What is needed:
When a line of the listing below has the string "class" in it, copy that line.

-*-

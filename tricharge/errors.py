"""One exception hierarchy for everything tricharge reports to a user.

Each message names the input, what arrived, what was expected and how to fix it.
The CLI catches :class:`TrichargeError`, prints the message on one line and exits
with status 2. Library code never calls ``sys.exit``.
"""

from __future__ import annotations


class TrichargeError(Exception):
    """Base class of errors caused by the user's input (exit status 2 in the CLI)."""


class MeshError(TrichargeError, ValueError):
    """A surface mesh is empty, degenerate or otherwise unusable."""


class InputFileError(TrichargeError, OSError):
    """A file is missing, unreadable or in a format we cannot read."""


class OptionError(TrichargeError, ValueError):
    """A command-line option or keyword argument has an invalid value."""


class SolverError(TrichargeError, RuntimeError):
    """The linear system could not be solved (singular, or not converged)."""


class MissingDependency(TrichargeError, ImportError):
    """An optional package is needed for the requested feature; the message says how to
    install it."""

-*-

Result of the task:
The CLI catches :class:`TrichargeError`, prints the message on one line and exits
class TrichargeError(Exception):
    """Base class of errors caused by the user's input (exit status 2 in the CLI)."""
class MeshError(TrichargeError, ValueError):
class InputFileError(TrichargeError, OSError):
class OptionError(TrichargeError, ValueError):
class SolverError(TrichargeError, RuntimeError):
class MissingDependency(TrichargeError, ImportError):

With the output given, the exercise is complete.